As far as integrated goes, there are two 'standards.'

Cane Creek, which uses 36/45 contact angle bearings, and Campagnolo, which uses 45/45. Various companies manufacture headsets that follow either of the two standards, and some make both, such as FSA (meaning a frame specc'd for 'FSA Integrated' headsets could be either standard). Also, Campy Integrated bearings have a 41.7mm outer diameter, while Cane Creek standard OD is 41mm.

You need to determine which standard your frame was intended for. What frame is it?


----------



## C-40 (Feb 4, 2004)

*more...*

The IS and Campy standards are the most often used, but there are many more. If the OP has calipers to measure the head tube ID, he could tell the difference between the 41 and 41.8mm diameters.

http://www.parktool.com/repair/readhowto.asp?id=68


----------



## StillKeen (Oct 4, 2005)

Hi,

Thanks.
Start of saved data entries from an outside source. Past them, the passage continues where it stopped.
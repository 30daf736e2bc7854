package exact

import (
	"math"
	"math/big"
)

// system is an integer pencil in block lower triangular order with borders:
//
//	[ M  B ]   n core rows and columns, then outs border rows and
//	[ Oᵀ 0 ]   rhs border columns.
//
// Block b of the core holds the positions end[b−1] … end[b]−1. What is asked
// of it are the determinants of the blocks and N = det(M)·oᵀ·M⁻¹·b for every
// pair of borders.
type system struct {
	n, rhs, outs int
	rows         [][]intEntry
	end          []int
}

// start returns the first position of block b.
func (y *system) start(b int) int {
	if b == 0 {
		return 0
	}
	return y.end[b-1]
}

// coefficientBounds returns, as logarithms to base 2, bounds on the absolute
// values of the coefficients of the block determinants and of the numerators
// (index out·rhs + column). A determinant that a zero row makes vanish has
// the bound −∞.
//
// By Cauchy's estimate a coefficient is at most the largest |det(G + s·C)| on
// the circle |s| = 1, and there, with |g + s·c| ≤ |g| + |c|, Hadamard's
// inequality bounds the determinant by the product of the 2-norms of the
// rows. Rows and columns are multiplied by powers ρ and κ of 2 first, chosen
// to make that product small; det(M) = det(ρMκ)/(Πρ·Πκ) holds for any
// choice, so rounding in the choice does no harm. The sums below consist of
// fewer than 2^24 terms of size below 2^24, each with an error below 2^-20,
// relative errors of the norms included; boundSlack per row covers it.
func (y *system) coefficientBounds() (dets, nums []float64) {
	w := y.equilibrate()
	for b := range y.end {
		sum := 0.0
		for i := y.start(b); i < y.end[b]; i++ {
			norm := 0.0
			for k, e := range y.rows[i] {
				if e.col >= y.start(b) && e.col < y.end[b] {
					norm += math.Exp2(2 * (w.log[i][k] + w.row[i] + w.col[e.col]))
				}
			}
			sum += 0.5*math.Log2(norm) - w.row[i] - w.col[i] + boundSlack
		}
		dets = append(dets, sum)
	}
	for o := range y.outs {
		for j := range y.rhs {
			nums = append(nums, y.numeratorBound(w, y.n+o, y.n+j))
		}
	}
	return dets, nums
}

// boundSlack is what the bound grows by per row to cover rounding.
const boundSlack = 1.0 / (1 << 16)

// equilibration holds log2(|g|+|c|) of the entries and the exponents of the
// multipliers of rows and columns.
type equilibration struct {
	log      [][]float64
	row, col []float64
}

// equilibrate makes the largest entries of rows and columns about 1
// (D. Ruiz, A scaling algorithm to equilibrate both rows and columns norms in
// matrices, 2001).
func (y *system) equilibrate() *equilibration {
	rows, cols := y.n+y.outs, y.n+y.rhs
	w := &equilibration{log: make([][]float64, rows), row: make([]float64, rows), col: make([]float64, cols)}
	for i, r := range y.rows {
		w.log[i] = make([]float64, len(r))
		for k, e := range r {
			w.log[i][k] = log2Sum(e.g, e.c)
		}
	}
	rowMax, colMax := make([]float64, rows), make([]float64, cols)
	const rounds = 6
	for round := range rounds {
		for i := range rowMax {
			rowMax[i] = math.Inf(-1)
		}
		for j := range colMax {
			colMax[j] = math.Inf(-1)
		}
		for i, r := range y.rows {
			for k, e := range r {
				v := w.log[i][k] + w.row[i] + w.col[e.col]
				rowMax[i] = max(rowMax[i], v)
				colMax[e.col] = max(colMax[e.col], v)
			}
		}
		share := 0.5
		if round == rounds-1 {
			share = 1 // rows last and wholly: the bound uses their norms
		}
		for i, v := range rowMax {
			if !math.IsInf(v, -1) {
				w.row[i] -= share * v
			}
		}
		for j, v := range colMax {
			if share < 1 && !math.IsInf(v, -1) {
				w.col[j] -= share * v
			}
		}
	}
	return w
}

// numeratorBound bounds the coefficients for one border row and column.
func (y *system) numeratorBound(w *equilibration, out, col int) float64 {
	sum := 0.0
	for i := range y.n + 1 {
		r := i
		if i == y.n {
			r = out
		}
		norm := 0.0
		for k, e := range y.rows[r] {
			if e.col < y.n || e.col == col {
				norm += math.Exp2(2 * (w.log[r][k] + w.row[r] + w.col[e.col]))
			}
		}
		c := col
		if i < y.n {
			c = i
		}
		sum += 0.5*math.Log2(norm) - w.row[r] - w.col[c] + boundSlack
	}
	return sum
}

// log2Sum returns log2(|g| + |c|), nil standing for zero; not both are zero.
func log2Sum(g, c *big.Int) float64 {
	switch {
	case g == nil:
		return log2Int(c)
	case c == nil:
		return log2Int(g)
	}
	a, b := log2Int(g), log2Int(c)
	if a < b {
		a, b = b, a
	}
	return a + math.Log1p(math.Exp2(b-a))*math.Log2E
}

// degreeBounds returns bounds on the degrees of the block determinants and of
// the numerators: the structural ranks of C, the largest number of entries
// with s that one term of the determinant can contain.
func (y *system) degreeBounds() (dets []int, num int) {
	for b := range y.end {
		dets = append(dets, y.reactiveRank(y.start(b), y.end[b]))
	}
	return dets, y.reactiveRank(0, y.n)
}

// reactiveRank returns the structural rank of C within a range of positions.
func (y *system) reactiveRank(start, end int) int {
	pattern := make([][]int, 0, end-start)
	for _, r := range y.rows[start:end] {
		var list []int
		for _, e := range r {
			if e.c != nil && e.col >= start && e.col < end {
				list = append(list, e.col-start)
			}
		}
		if list != nil {
			pattern = append(pattern, list)
		}
	}
	if len(pattern) == 0 {
		return 0
	}
	rank := 0
	for _, r := range maximumMatching(pattern, end-start) {
		if r >= 0 {
			rank++
		}
	}
	return rank
}

// solutionBound returns, for a system with one border column, the logarithm
// of a bound on |det| and on the components of det·x on |s| = 1, by
// Hadamard's inequality and Cramer's rule: in the matrix with one column
// replaced by the border, every row is part of the bordered row.
func (y *system) solutionBound() float64 {
	w := y.equilibrate()
	sum, least := 0.0, math.Inf(1)
	for i := range y.n {
		norm := 0.0
		for k, e := range y.rows[i] {
			norm += math.Exp2(2 * (w.log[i][k] + w.row[i] + w.col[e.col]))
		}
		sum += 0.5*math.Log2(norm) - w.row[i] - w.col[i] + boundSlack
	}
	// A replaced column k has the multiplier of the border instead.
	for k := range y.n {
		least = min(least, w.col[y.n]-w.col[k])
	}
	return max(sum, sum-least)
}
The frame is a series brought out in New Zealand / Australia by Avanti, called Sarah Ulmer Brand (a NZ track cyclist who did very well on the track a couple of years ago). The model is a SubZero2 (SUB=Sarah Ulmer Brand).

The frame is in NZ, and i'm in the UK at the moment, but I've asked someone to have a measure of it.
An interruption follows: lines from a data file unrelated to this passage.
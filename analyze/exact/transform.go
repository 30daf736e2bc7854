package exact

import (
	"slices"
	"sync"
)

// transformSizes are the divisors of fieldOrder, ascending: the lengths of
// Fourier transforms that exist modulo every prime in use.
var transformSizes = sync.OnceValue(func() []int {
	var list []int
	for n := 1; n*n <= fieldOrder; n++ {
		if fieldOrder%n == 0 {
			list = append(list, n)
			if n*n != fieldOrder {
				list = append(list, fieldOrder/n)
			}
		}
	}
	slices.Sort(list)
	return list
})

// transformSize returns the least transform length of at least n.
func transformSize(n int) int {
	sizes := transformSizes()
	i, _ := slices.BinarySearch(sizes, n)
	if i == len(sizes) {
		panic("exact: the degree is too large for the evaluation points")
	}
	return sizes[i]
}

// points are evaluation points x·ωⁱ, i < n, modulo a prime, with ω a
// primitive n-th root of unity, and what is needed to interpolate on them.
type points struct {
	m       *modulus
	x       []uint64
	twiddle []uint64 // ω⁻ⁱ
	unscale []uint64 // x⁻ⁱ/n
	scratch []uint64
}

// newPoints prepares n points on the coset of start ≠ 0.
func (m *modulus) newPoints(n int, start uint64) *points {
	buf := make([]uint64, 4*n)
	q := &points{m: m, x: buf[:n], twiddle: buf[n : 2*n], unscale: buf[2*n : 3*n], scratch: buf[3*n:]}
	w := m.rootOfUnity(n)
	back, down := m.pow(w, uint64(n-1)), m.inverse(start)
	q.x[0], q.twiddle[0], q.unscale[0] = start, m.one, m.inverse(m.fromUint(uint64(n)))
	for i := 1; i < n; i++ {
		q.x[i] = m.mul(q.x[i-1], w)
		q.twiddle[i] = m.mul(q.twiddle[i-1], back)
		q.unscale[i] = m.mul(q.unscale[i-1], down)
	}
	return q
}

// interpolate overwrites the values at the points with the coefficients, in
// ascending order, of the polynomial of degree below n that takes them.
func (q *points) interpolate(values []uint64) {
	n := len(q.x)
	src := q.scratch
	copy(src, values)
	q.inverseDFT(values, src, n, 1)
	for i := range values {
		values[i] = q.m.mul(values[i], q.unscale[i])
	}
}

// inverseDFT sets dst[k] = Σ src[i·stride]·ω⁻ⁱᵏ over i < n for ω of order n:
// decimation in time (J. W. Cooley and J. W. Tukey, Mathematics of Computation
// 19 (1965) 297–301) with the radices 2, 3, 5 and 7.
func (q *points) inverseDFT(dst, src []uint64, n, stride int) {
	if n == 1 {
		dst[0] = src[0]
		return
	}
	r := radix(n)
	size := n / r
	for k := range r {
		q.inverseDFT(dst[k*size:(k+1)*size], src[k*stride:], size, stride*r)
	}
	m := q.m
	if r == 2 {
		for k := range size {
			a := dst[k]
			b := m.mul(dst[k+size], q.twiddle[k*stride])
			dst[k], dst[k+size] = m.add(a, b), m.sub(a, b)
		}
		return
	}
	var a [7]uint64
	total := len(q.twiddle)
	step := total / r // ω⁻ˢᵗᵉᵖ has order r
	for k := range size {
		for t := range r {
			a[t] = m.mul(dst[k+t*size], q.twiddle[t*k*stride%total])
		}
		for t := range r {
			sum := a[0]
			for u := 1; u < r; u++ {
				sum = m.add(sum, m.mul(a[u], q.twiddle[t*u%r*step]))
			}
			dst[k+t*size] = sum
		}
	}
}

// radix returns the least prime divisor of n, which divides fieldOrder.
func radix(n int) int {
	for _, r := range fieldOrderPrimes {
		if n%int(r) == 0 {
			return int(r)
		}
	}
	panic("exact: transform length with a large prime divisor")
}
In lots of industries where people mix terms, it really annoys me. There should be a different name for each standard, or some code, so that you know you've got a Integrated 1.0 or an Integrated 2.0 ... this whole 'semi-integrated', 'zero stack', 'campy integrated', 'cane creek integrated' ... I think I've seen that a mtb and road integrated have different OD's too (44 vs 41mm?), Give me a 1 1/8th A-headset any day ... 

Thanks


----------



## Stogaguy (Feb 11, 2006)

*Cane Creek Guide*

Here is a link to a PDF from the Cane Creek site. It is the most comprehensive explanation of the various standards that I have found:
http://www.canecreek.com/manuals/Headset_Identification_and_SpecificationGuide.pdf

As for the confusing terminology, welcome to the bicycle industry. It has, as far as I know, always been this way and always will be this way. IMHO, it is actually getting worse as there is a more diverse array of equipment available these days. IMHO, the manufactures desire for proprietary specifications drive this. Parts makers want you to be locked into buying their stuff. Proprietary specs do just that. Marketers want to distinguish their stuff for other stuff without "confusing" people with technical specs. To do this they need to keep inventing terminology.


----------



## StillKeen (Oct 4, 2005)

*dimensions*

Ive had someone take some measurements.

Any thoughts?


----------



## WWU (Oct 7, 2008)

The data/drawings are a tad confusing... Is the 41mm you list the OD of the head tube, or is it the ID of the opening on the head tube?


----------



## Stogaguy (Feb 11, 2006)

*Contact the manufacture*

My advice is to contact the frame manufacturer for a more detailed specification. Ask them for:
The brand and model number of the headset that they reccommend/ship with a complete bike (if they sell them).
A drawing of the head tube and fork crown that lists all of the measurements.
Armed with this information it should be possible to purchase an appropriate headset and get it right the first time. Short of input from the manufacturer, I would wait until you have physical possession of the frame and proper measuring tools to work through all of the measurement very carefully.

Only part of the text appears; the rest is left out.